Somewhere along the line, people started scheduling me for events in conflict with other events. Why? My online visible calender was free and clear into eternity so obviously I have nothing going on at 2pm. Explaining not being able to be in three places at once got old fast.
So now I have an eye toward using the calendar "defensively". Here's when I usually come in, here's when I usually clock out, here's when I usually take lunch, here's that weekly meeting I have to attend for someone else's giggles, here's when I'm helping Jimmy with this thing, here's when Samantha is helping me with the other thing. You want a meeting? Now the calendar begins a negotiation.
I may or may not like it, but the tipping point has come and gone for me.
A public calendar is public. No different than how my Outlook calendar is setup organizationally. If you want items to be private, mark them as private. Otherwise if someone setup a blanket alert in my calendar, they’ll get alerted for what I want made public.
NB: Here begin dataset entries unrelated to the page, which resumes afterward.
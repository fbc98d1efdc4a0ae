/**
 * Landau-Zener transfer through a swept avoided crossing (Landau, Phys. Z. Sowjetunion 2, 46
 * (1932); Zener, Proc. R. Soc. A 137, 696 (1932); README physics conventions sec. 5).
 *
 * Two diabatic states whose frequency difference changes at the constant rate v (GHz/ns, i.e.
 * 1e18 Hz/s) and which are coupled by g (GHz; the gap at the crossing is 2g) end up swapped with
 * probability
 *
 *     P = 1 - exp(-4 pi^2 g^2 / v)
 *
 * (the adiabatic passage; exp(-4 pi^2 g^2 / v) = exp(-2 pi (2 pi g)^2 / (2 pi v)) is the
 * diabatic probability of H/h = [[v t / 2, g], [g, -v t / 2]]). A CZ passes each crossing on its
 * way to the interaction point and again on the way back; the planner reports the transfer of one
 * passage. Test: against a direct two-level integration with SciPy (test/plan/landau-zener.test.ts).
 */

/** Population transferred by one passage (0 when g = 0; 1 when v = 0 and g > 0). */
export function landauZenerTransfer(gGHz: number, rateGHzPerNs: number): number {
  const g2 = gGHz * gGHz;
  if (g2 === 0) return 0;
  const v = Math.abs(rateGHzPerNs);
  if (v === 0) return 1;
  return -Math.expm1((-4 * Math.PI * Math.PI * g2) / v);
}

/** The slowest sweep rate (GHz/ns) that keeps one passage's transfer at or below `limit`. */
export function landauZenerMinimumRate(gGHz: number, limit: number): number {
  if (!(limit > 0 && limit < 1)) throw new RangeError(`landauZenerMinimumRate: limit must be in (0, 1), got ${limit}`);
  return (4 * Math.PI * Math.PI * gGHz * gGHz) / -Math.log1p(-limit);
}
I suspect the difference here is that Google alleges thar screenshots of the calendar were taken and distributed outside the company. Viewing a shared calendar that happens to include private events that haven’t been marked private is one thing, but sharing screenshots of the same seems to be something different.
That’s why it’s ill advised to use company email for personal communication. Do it over telegram on your personal devices.